Loopy, no idea what that appointment will be for unfortunately. Remind me, are you already matched? It may be a treatment planning appointment where they take your AF dates and tell you what your protocol will be, have you sign all the forms for HFEA etc. Best of luck!

Cortney, I'm sorry that your sister acted like that. It's horrible to have someone try to one-up you all the time and need all the attention!

Nicquie, welcome to the group! Don't be scared, if you have any questions or concerns just ask us - most of us have been through the whole thing at least once or twice so can help you. There's absolutely nothing to be scared of though  



Hope everyone else is well!

AF is sill AWOL. I even worse my best white knickers Madame, didn't do a darn thing! I have rising suspicion that I only ovulated a couple of days ago after all which means another 8-10 days before AF arrives and this cycle will be messed up


----------



## loopy loo1017

No I've done non of that yet pollita I'm hoping it might be done at this appointment 
Sorry af hasn't showed yet hope it comes soon and you can get started must be so exciting to be going again xx
Sfj I hope af turns up soon xx


----------



## loopy loo1017

Will i have to pay at this session or will it be after I'm matched and had my hysteroscopy? Xx


----------



## MadameG

Morning ladies, 

Loopy I would imagine that the appointment will be to do all the consent forms for both of you, with all the medical history etc. I don't know about when you would pay, did they not give you any details when they did your bloods? Hope it all goes well xxx

Sfj hope that AF shows her face so you can get going! Well done on the driving lesson, it's a tough thing to learn Xx

Pollita, whaaaaaat! The white knicker trick is almost a dead cert  you'll have to step it up and leave the house without any tampons/pads  hope that your body gets a move on. 

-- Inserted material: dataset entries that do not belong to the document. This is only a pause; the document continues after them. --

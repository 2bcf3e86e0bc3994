"""From the loudest tile of the plan to the maximum beside it.

The plan's tiles lose up to the mismatch; the loudest one of a transient is therefore
moved over time, frequency and Q until its energy stops growing. Near a maximum the
log of the energy is a parabola along each axis (``mismatch_metric``), so three points
find its top.

Tiles anywhere are sums over the bins of their windows, a hundred thousand of them at
high frequency and low Q. All tiles tried lie within a few sigma_t of the first one,
where the spectrum, turned to that tile's time, may be added up in groups of bins
before the windows are applied: a group's phase turns by little over so short a time.
"""

from __future__ import annotations

import numpy as np
from numba import njit

from dq.tiles.plan import Q_MIN, TilePlan

#: First steps: in time in units of sigma_t, in ln f in units of 1 / Q, in ln Q. About
#: half the plan's spacing at mismatch 0.2; the second round halves them.
STEPS = (0.5, 0.5, 0.3)
ROUNDS = 2

#: Groups that the widest reach of the search is cut into. A group then spans a
#: fortieth of sigma_f, its phase turns by 0.01 over the widest step in time, and the
#: energy of noise far away errs by half a percent of its mean (tested).
GROUPS = 512


@njit(cache=True, nogil=True)
def fold(spectrum, length_s, time_s, low, groups, size):
    """Turn a spectrum to a time and add it up in groups of bins.

    Parameters
    ----------
    spectrum : ndarray of complex64, shape (n_bins,)
        Whitened spectrum of a transform of ``length_s`` seconds.
    length_s, time_s : float
        Duration of the transform, and the time after its first sample, s.
    low, groups, size : int
        First bin, number of groups, bins in a group.

    Returns
    -------
    ndarray of complex128, shape (groups,)
    """
    step = 2.0 * np.pi * time_s / length_s
    turn = complex(np.cos(step), np.sin(step))
    # four bins side by side, each lane turning by four: one lane would wait for itself
    leap = turn * turn
    leap *= leap
    out = np.zeros(groups, dtype=np.complex128)
    for group in range(groups):
        first = low + group * size
        last = min(first + size, spectrum.shape[0])
        # a fresh start for each group keeps the recurrence from drifting
        phase = (step * first) % (2.0 * np.pi)
        f0 = complex(np.cos(phase), np.sin(phase))
        f1 = f0 * turn
        f2, f3 = f1 * turn, f1 * turn * turn
        t0, t1, t2, t3 = 0.0j, 0.0j, 0.0j, 0.0j
        whole = first + 4 * (max(last - first, 0) // 4)
        for k in range(first, whole, 4):
            t0 += f0 * complex(spectrum[k])
            t1 += f1 * complex(spectrum[k + 1])
            t2 += f2 * complex(spectrum[k + 2])
            t3 += f3 * complex(spectrum[k + 3])
            f0, f1, f2, f3 = f0 * leap, f1 * leap, f2 * leap, f3 * leap
        for k in range(whole, last):
            t0 += f0 * complex(spectrum[k])
            f0 *= turn
        out[group] = t0 + t1 + t2 + t3
    return out


@njit(cache=True, nogil=True)
def _energy_at(folded, grid, place, limits):
    """Energy of the tile at (time from the fold, ln f, ln Q); 0 outside the limits.

    ``grid`` holds the middle of the first group and the width of one, Hz, and the bins
    in a group; ``limits`` lowest f, lowest and highest Q, and the highest f that a
    window may reach.
    """
    frequency, q = np.exp(place[1]), np.exp(place[2])
    half_width = Q_MIN * frequency / q
    inside = limits[0] <= frequency and limits[1] <= q <= limits[2]
    if not inside or frequency + half_width > limits[3]:
        return 0.0
    origin, width, size = grid
    first = max(int(np.ceil((frequency - half_width - origin) / width)), 0)
    last = int(np.floor((frequency + half_width - origin) / width))
    last = min(last, folded.shape[0] - 1)
    step = 2.0 * np.pi * place[0] * width
    turn = complex(np.cos(step), np.sin(step))
    factor = 1.0 + 0.0j
    total, norm = 0.0j, 0.0
    for k in range(first, last + 1):
        offset = (origin + k * width - frequency) / half_width
        weight = (1.0 - offset * offset) ** 2
        norm += weight * weight * size
        total += weight * factor * folded[k]
        factor *= turn
    if norm == 0.0:
        return 0.0
    return (total.real * total.real + total.imag * total.imag) / norm


@njit(cache=True, nogil=True)
def climb(folded, grid, place, limits, steps, rounds):
    """Move a tile to the maximum beside it.

    Parameters
    ----------
    folded : ndarray of complex128, shape (n_groups,)
    grid : tuple of float
        Middle of the first group and width of a group, Hz; bins in a group.
    place : ndarray, shape (3,)
        Time from the fold's (s), ln of frequency, ln of Q; moved in place.
    limits : tuple of float
        Lowest frequency, lowest and highest Q, highest frequency of a window.
    steps : ndarray, shape (3,)
        First steps along the axes.
    rounds : int

    Returns
    -------
    float
        Squared modulus of the tile at the new place, not below the old one's.
    """
    best = _energy_at(folded, grid, place, limits)
    trial = place.copy()
    for number in range(rounds):
        for axis in range(3):
            step = steps[axis] / 2.0**number
            around = np.zeros(2)
            for side in range(2):
                trial[:] = place
                trial[axis] += step * (2 * side - 1)
                around[side] = _energy_at(folded, grid, trial, limits)
            left = np.log(max(around[0], 1e-3))
            right = np.log(max(around[1], 1e-3))
            bend = left - 2.0 * np.log(max(best, 1e-3)) + right
            shift = np.sign(right - left)
            if bend < 0.0:
                shift = min(max(0.5 * (left - right) / bend, -1.0), 1.0)
            trial[:] = place
            trial[axis] += step * shift
            energy = _energy_at(folded, grid, trial, limits)
            if energy > best:
                best = energy
                place[:] = trial
    return best


def climb_from(
    spectrum: np.ndarray,
    plan: TilePlan,
    *,
    time_s: float,
    frequency: float,
    q: float,
    q_range: tuple[float, float],
) -> tuple[float, float, float, float]:
    """Move one tile of a plan to the maximum beside it.

    Parameters
    ----------
    spectrum : ndarray of complex64, shape (n_bins,)
    plan : TilePlan
    time_s : float
        After the transform's first sample, s.
    frequency, q : float
        Hz and dimensionless.
    q_range : tuple of float
        Lowest and highest Q.

    Returns
    -------
    energy, time_s, frequency, q : float
        Squared modulus, not normalised by the row's level, and the place.
    """
    length = plan.length_s
    # all steps of both rounds, in ln f and in ln Q
    shift, widen = 1.5 * STEPS[1] / q, np.exp(1.5 * STEPS[2])
    half = Q_MIN * widen / q
    low = max(int(np.floor(frequency * (1 - shift) * (1 - half) * length)), 1)
    high = int(np.ceil(frequency * (1 + shift) * (1 + half) * length)) + 1
    high = min(high, len(spectrum))
    size = max((high - low) // GROUPS, 1)
    groups = -(-(high - low) // size)
    folded = fold(spectrum, length, time_s, low, groups, size)
    grid = ((low + 0.5 * (size - 1)) / length, size / length, float(size))
    sigma_t = q / (4.0 * np.pi * frequency)
    place = np.array([0.0, np.log(frequency), np.log(q)])
    steps = np.array([STEPS[0] * sigma_t, STEPS[1] / q, STEPS[2]])
    limits = (float(plan.frequency.min()), *q_range, 0.5 * plan.sample_rate)
    energy = climb(folded, grid, place, limits, steps, ROUNDS)
    return energy, time_s + place[0], *np.exp(place[1:]).tolist()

Cortney yep I tested yesterday and it's totally blank... We looked through the microscope after the VR so knew it had worked before the first SA. Haven't caught him in the right mood yet   As far as I know, it's the scan next week, then sent away with opks, let them know I've ovulated and go back for transfer on day five. Hope my body plays ball   Doughnuts are waaaay flatter now. Hope the vanish soon! Xx

Welcome to the thread Nicquie, hope it all goes well  xxxx


----------



## Caz2424

Hi everyone 

Firstly can I apologise for going awol, I'll explain at the end 

Polita how annoying, I hope she turns up soon 

Madame I'm so sorry that it didn't stick xx 
I'm so glad you can start soon, so glad the doughnuts are on the way out, until your pregnant of course then they can return x

Loopy so glad everything is finally getting going for you xx

Sfj hope af hurries up so you can start the pill 

Cortney hope you are on countdown 

Kdjay hope you and dp are doing well 

Welcome nicquie ! 

Leni hope you are well 

Kez I'm so sorry x

Fluttershy I'm so glad you have a plan moving forward xxx 

Hope, Mle and anyone else I  hope you are well x 

Sorry if I've missed anyone 

I had scan wed which i was 8 weeks, it showed bleeding a lot worse so it's all around and under the sac which they says does put the pregnancy at risk given the size and location, they also said it could stop.. 🙏
I had been having brown bleeding but the next day I was back to red again. 
I'm just finding it all very stressful and trying to rest but it's not easy as you all know x 
Just waiting and seeing


----------



## loopy loo1017

Caz I'm sorry your stressed atm and they you don't really have a definitive answer as to what is going to happen I am keeping everything crossed for you that you have a happy and healthy baby at the end of your journey good luck xxx


----------



## MadameG

Caz absolutely everything crossed for you, hold tight little one xxxxxxxxx


----------



## Caz2424

Thank you so much loopy and Madame 

The baby is measuring bang on and looks great if he/ she can just hold on xxx
Ahhh the waiting is never ending


----------



## loopy loo1017

Sounds like you have a lil fighter there  and really good news measurements are ok xx


----------



## pollita

Caz, I'm so glad that bean is growing well, but so sorry that you're still in this state of limbo. I wondered after your last scans whether the internal scan may be causing a little burst of bleeding as I think I remember you having a red show after each one (although maybe I'm wrong!)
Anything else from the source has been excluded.